■ MATERIAL SHOWN ■

package store

import (
	"cmp"
	"context"
	"encoding/hex"
	"errors"
	"fmt"
	"runtime"
	"slices"
	"sync"

	"modernc.org/sqlite"
	sqlite3 "modernc.org/sqlite/lib"
)

// Report is what an audit found.
type Report struct {
	Logbook string // the id of the logbook; "" where its schema has none
	Schema  int
	Head    string // the link of the last entry, in hexadecimal: noted elsewhere, it shows a logbook that was cut short

	Entries, Trials, Strikes, Decisions, Corrections int // in the chain
	Merged                                           int // of these, how many came from other logbooks

	Damage  []Damage // what is wrong: the first entry of the chain that differs first; mostDamage of them
	More    int      // how much more is wrong
	Warning string   // why not all was looked at, as in a logbook of an older schema; "" where all was
}

// Damage is one thing that is wrong.
type Damage struct {
	Kind  string // trial, strike, decision, correction; "" for the file as a whole
	ID    string // the row's; "" where it has none or none that can be read
	Entry int64  // its place in the chain, from 1; 0 where it has none
	What  string
}

const mostDamage = 20

// Sound says that nothing is wrong.
func (r *Report) Sound() bool { return len(r.Damage) == 0 }

func (d Damage) String() string {
	switch {
	case d.Entry > 0 && d.ID != "":
		return fmt.Sprintf("entry %d, %s %s: %s", d.Entry, d.Kind, d.ID, d.What)
	case d.Entry > 0:
		return fmt.Sprintf("entry %d, a %s: %s", d.Entry, d.Kind, d.What)
	case d.ID != "":
		return fmt.Sprintf("%s %s: %s", d.Kind, d.ID, d.What)
	}
	return d.What
}

// auditChunk is how many entries are looked at between two looks at the context and the progress.
const auditChunk = 4096

// Audit looks at everything: SQLite's own integrity check and foreign keys; the text of each trial, strike, decision and
// correction, with its readings and waveforms, against its link in the chain; each merged entry against its place in the
// chain it came from; that every row is in the chain; that each board has the rating and note last stated; and the bounds
// by which the index of words is searched. Other programs may write meanwhile: what they log is not looked at.
//
// What is wrong is in the Report; an error means that there is none. progress, unless nil, is told how many entries of all have
// been looked at.
func (lb *Logbook) Audit(ctx context.Context, progress func(done, all int64)) (Report, error) {
	a := &audit{lb: lb, progress: progress}
	if err := a.run(ctx); err != nil {
		return Report{}, fmt.Errorf("audit: %w", explain(lb.path, err))
	}
	return a.report(), nil
}

type audit struct {
	lb       *Logbook
	progress func(done, all int64)
	end      place // the chain's as the audit begins

	mu     sync.Mutex
	r      Report
	damage []Damage
	more   int
	done   int64
	spans  []span
}

// add notes damage; the kept ones are cut to the first in the end.
func (a *audit) add(d Damage) {
	a.mu.Lock()
	defer a.mu.Unlock()
	const room = 50 * mostDamage
	a.damage = append(a.damage, d)
	if len(a.damage) >= room {
		a.sort()
		a.more += len(a.damage) - room/2
		a.damage = a.damage[:room/2]
	}
}

func (a *audit) sort() {
	slices.SortStableFunc(a.damage, func(x, y Damage) int {
		place := func(d Damage) uint64 { return uint64(d.Entry) - 1 } // those without a place come last
		return cmp.Compare(place(x), place(y))
	})
}

func (a *audit) report() Report {
	a.sort()
	n := min(len(a.damage), mostDamage)
	a.r.Damage, a.r.More = a.damage[:n:n], a.more+len(a.damage)-n
	return a.r
}

// whole notes an error that damage to the file explains; any other comes back.
func (a *audit) whole(what string, err error) error {
	var lite *sqlite.Error
	var fault *Fault
	switch {
	case err == nil:
		return nil
	case errors.As(err, &fault) && fault.Kind == ErrDamaged:
		a.add(Damage{What: what + ": " + fault.What})
	case errors.Is(err, ErrDamaged):
		a.add(Damage{What: what + ": " + err.Error()})
	case errors.As(err, &lite) && damaging(lite):
		a.add(Damage{What: what + ": " + plain(lite)})
	case errors.As(err, &lite), errors.Is(err, context.Canceled), errors.Is(err, context.DeadlineExceeded):
		return err
	default: // a value that is not of the kind the column holds
		a.add(Damage{What: what + ": " + err.Error()})
	}
	return nil
}

// damaging is whether SQLite's error means that what is in the file is wrong.
func damaging(err *sqlite.Error) bool {
	switch err.Code() & 0xff {
	case sqlite3.SQLITE_CORRUPT, sqlite3.SQLITE_NOTADB, sqlite3.SQLITE_ERROR, sqlite3.SQLITE_MISMATCH, sqlite3.SQLITE_TOOBIG:
		return true
	case sqlite3.SQLITE_IOERR:
		return err.Code() == sqlite3.SQLITE_IOERR_SHORT_READ || err.Code() == sqlite3.SQLITE_IOERR_DATA || err.Code() == sqlite3.SQLITE_IOERR_CORRUPTFS
	}
	return false
}

func (a *audit) run(ctx context.Context) error {
	var err error
	if a.r.Schema, err = schemaOf(ctx, a.lb.db); err != nil {
		return a.whole("the schema", err)
	}
	group := &group{}
	ctx, cancel := context.WithCancel(ctx)
	defer cancel()
	group.cancel = cancel
	group.run(func() error { return a.checkFile(ctx) })
	if a.r.Schema < 4 {
		a.r.Warning = fmt.Sprintf("its schema, %d, chains no entries; open it for writing once to chain them", a.r.Schema)
		return group.wait()
	}
	if a.end, err = lastPlace(ctx, a.lb.db); err != nil {
		return errors.Join(a.whole("the end of the chain", err), group.wait())
	}
	a.r.Logbook, a.r.Head = a.end.logbook, hex.EncodeToString(a.end.link[:])
	chunks := make(chan int64)
	group.run(func() error {
		defer close(chunks)
		for first := int64(1); first <= a.end.seq; first += auditChunk {
			select {
			case chunks <- first:
			case <-ctx.Done():
				return ctx.Err()
			}
		}
		return nil
	})
	for range min(runtime.GOMAXPROCS(0), 4) {
		group.run(func() error { return a.work(ctx, chunks) })
	}
	if err := group.wait(); err != nil {
		return err
	}
	return a.checkWhole(ctx)
}

// work audits chunks until there are no more.
func (a *audit) work(ctx context.Context, chunks <-chan int64) error {
	conn, err := a.lb.db.Conn(ctx)
	if err != nil {
		return err
	}
	defer conn.Close()
	r := newEntryReader(conn)
	for first := range chunks {
		last := min(first+auditChunk-1, a.end.seq)
		if err := a.whole(fmt.Sprintf("entries %d to %d", first, last), a.chunk(ctx, r, first, last)); err != nil {
			return err
		}
		if err := ctx.Err(); err != nil {
			return err
		}
		a.mu.Lock()
		a.done += last - first + 1
		if a.progress != nil {
			a.progress(a.done, a.end.seq)
		}
		a.mu.Unlock()
	}
	return nil
}

// group runs functions side by side; the first error ends them all.
type group struct {
	all    sync.WaitGroup
	once   sync.Once
	err    error
	cancel context.CancelFunc
}

func (g *group) run(do func() error) {
	g.all.Go(func() {
		if err := do(); err != nil {
			g.once.Do(func() { g.err = err })
			g.cancel()
		}
	})
}

func (g *group) wait() error {
	g.all.Wait()
	return g.err
}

■ YOUR OBJECTIVE ■
Every line above should be written out again exactly as it stands.

■ TASK RESPONSE ■
package store

import (
	"cmp"
	"context"
	"encoding/hex"
	"errors"
	"fmt"
	"runtime"
	"slices"
	"sync"

	"modernc.org/sqlite"
	sqlite3 "modernc.org/sqlite/lib"
)

// Report is what an audit found.
type Report struct {
	Logbook string // the id of the logbook; "" where its schema has none
	Schema  int
	Head    string // the link of the last entry, in hexadecimal: noted elsewhere, it shows a logbook that was cut short

	Entries, Trials, Strikes, Decisions, Corrections int // in the chain
	Merged                                           int // of these, how many came from other logbooks

	Damage  []Damage // what is wrong: the first entry of the chain that differs first; mostDamage of them
	More    int      // how much more is wrong
	Warning string   // why not all was looked at, as in a logbook of an older schema; "" where all was
}

// Damage is one thing that is wrong.
type Damage struct {
	Kind  string // trial, strike, decision, correction; "" for the file as a whole
	ID    string // the row's; "" where it has none or none that can be read
	Entry int64  // its place in the chain, from 1; 0 where it has none
	What  string
}

const mostDamage = 20

// Sound says that nothing is wrong.
func (r *Report) Sound() bool { return len(r.Damage) == 0 }

func (d Damage) String() string {
	switch {
	case d.Entry > 0 && d.ID != "":
		return fmt.Sprintf("entry %d, %s %s: %s", d.Entry, d.Kind, d.ID, d.What)
	case d.Entry > 0:
		return fmt.Sprintf("entry %d, a %s: %s", d.Entry, d.Kind, d.What)
	case d.ID != "":
		return fmt.Sprintf("%s %s: %s", d.Kind, d.ID, d.What)
	}
	return d.What
}

// auditChunk is how many entries are looked at between two looks at the context and the progress.
const auditChunk = 4096

// Audit looks at everything: SQLite's own integrity check and foreign keys; the text of each trial, strike, decision and
// correction, with its readings and waveforms, against its link in the chain; each merged entry against its place in the
// chain it came from; that every row is in the chain; that each board has the rating and note last stated; and the bounds
// by which the index of words is searched. Other programs may write meanwhile: what they log is not looked at.
//
// What is wrong is in the Report; an error means that there is none. progress, unless nil, is told how many entries of all have
// been looked at.
func (lb *Logbook) Audit(ctx context.Context, progress func(done, all int64)) (Report, error) {
	a := &audit{lb: lb, progress: progress}
	if err := a.run(ctx); err != nil {
		return Report{}, fmt.Errorf("audit: %w", explain(lb.path, err))
	}
	return a.report(), nil
}

type audit struct {
	lb       *Logbook
	progress func(done, all int64)
	end      place // the chain's as the audit begins

	mu     sync.Mutex
	r      Report
	damage []Damage
	more   int
	done   int64
	spans  []span
}

// add notes damage; the kept ones are cut to the first in the end.
func (a *audit) add(d Damage) {
	a.mu.Lock()
	defer a.mu.Unlock()
	const room = 50 * mostDamage
	a.damage = append(a.damage, d)
	if len(a.damage) >= room {
		a.sort()
		a.more += len(a.damage) - room/2
		a.damage = a.damage[:room/2]
	}
}

func (a *audit) sort() {
	slices.SortStableFunc(a.damage, func(x, y Damage) int {
		place := func(d Damage) uint64 { return uint64(d.Entry) - 1 } // those without a place come last
		return cmp.Compare(place(x), place(y))
	})
}

func (a *audit) report() Report {
	a.sort()
	n := min(len(a.damage), mostDamage)
	a.r.Damage, a.r.More = a.damage[:n:n], a.more+len(a.damage)-n
	return a.r
}

// whole notes an error that damage to the file explains; any other comes back.
func (a *audit) whole(what string, err error) error {
	var lite *sqlite.Error
	var fault *Fault
	switch {
	case err == nil:
		return nil
	case errors.As(err, &fault) && fault.Kind == ErrDamaged:
		a.add(Damage{What: what + ": " + fault.What})
	case errors.Is(err, ErrDamaged):
		a.add(Damage{What: what + ": " + err.Error()})
	case errors.As(err, &lite) && damaging(lite):
		a.add(Damage{What: what + ": " + plain(lite)})
	case errors.As(err, &lite), errors.Is(err, context.Canceled), errors.Is(err, context.DeadlineExceeded):
		return err
	default: // a value that is not of the kind the column holds
		a.add(Damage{What: what + ": " + err.Error()})
	}
	return nil
}

// damaging is whether SQLite's error means that what is in the file is wrong.
func damaging(err *sqlite.Error) bool {
	switch err.Code() & 0xff {
	case sqlite3.SQLITE_CORRUPT, sqlite3.SQLITE_NOTADB, sqlite3.SQLITE_ERROR, sqlite3.SQLITE_MISMATCH, sqlite3.SQLITE_TOOBIG:
		return true
	case sqlite3.SQLITE_IOERR:
		return err.Code() == sqlite3.SQLITE_IOERR_SHORT_READ || err.Code() == sqlite3.SQLITE_IOERR_DATA || err.Code() == sqlite3.SQLITE_IOERR_CORRUPTFS
	}
	return false
}

func (a *audit) run(ctx context.Context) error {
	var err error
	if a.r.Schema, err = schemaOf(ctx, a.lb.db); err != nil {
		return a.whole("the schema", err)
	}
	group := &group{}
	ctx, cancel := context.WithCancel(ctx)
	defer cancel()
	group.cancel = cancel
	group.run(func() error { return a.checkFile(ctx) })
	if a.r.Schema < 4 {
		a.r.Warning = fmt.Sprintf("its schema, %d, chains no entries; open it for writing once to chain them", a.r.Schema)
		return group.wait()
	}
	if a.end, err = lastPlace(ctx, a.lb.db); err != nil {
		return errors.Join(a.whole("the end of the chain", err), group.wait())
	}
	a.r.Logbook, a.r.Head = a.end.logbook, hex.EncodeToString(a.end.link[:])
	chunks := make(chan int64)
	group.run(func() error {
		defer close(chunks)
		for first := int64(1); first <= a.end.seq; first += auditChunk {
			select {
			case chunks <- first:
			case <-ctx.Done():
				return ctx.Err()
			}
		}
		return nil
	})
	for range min(runtime.GOMAXPROCS(0), 4) {
		group.run(func() error { return a.work(ctx, chunks) })
	}
	if err := group.wait(); err != nil {
		return err
	}
	return a.checkWhole(ctx)
}

// work audits chunks until there are no more.
func (a *audit) work(ctx context.Context, chunks <-chan int64) error {
	conn, err := a.lb.db.Conn(ctx)
	if err != nil {
		return err
	}
	defer conn.Close()
	r := newEntryReader(conn)
	for first := range chunks {
		last := min(first+auditChunk-1, a.end.seq)
		if err := a.whole(fmt.Sprintf("entries %d to %d", first, last), a.chunk(ctx, r, first, last)); err != nil {
			return err
		}
		if err := ctx.Err(); err != nil {
			return err
		}
		a.mu.Lock()
		a.done += last - first + 1
		if a.progress != nil {
			a.progress(a.done, a.end.seq)
		}
		a.mu.Unlock()
	}
	return nil
}

// group runs functions side by side; the first error ends them all.
type group struct {
	all    sync.WaitGroup
	once   sync.Once
	err    error
	cancel context.CancelFunc
}

func (g *group) run(do func() error) {
	g.all.Go(func() {
		if err := do(); err != nil {
			g.once.Do(func() { g.err = err })
			g.cancel()
		}
	})
}

func (g *group) wait() error {
	g.all.Wait()
	return g.err
}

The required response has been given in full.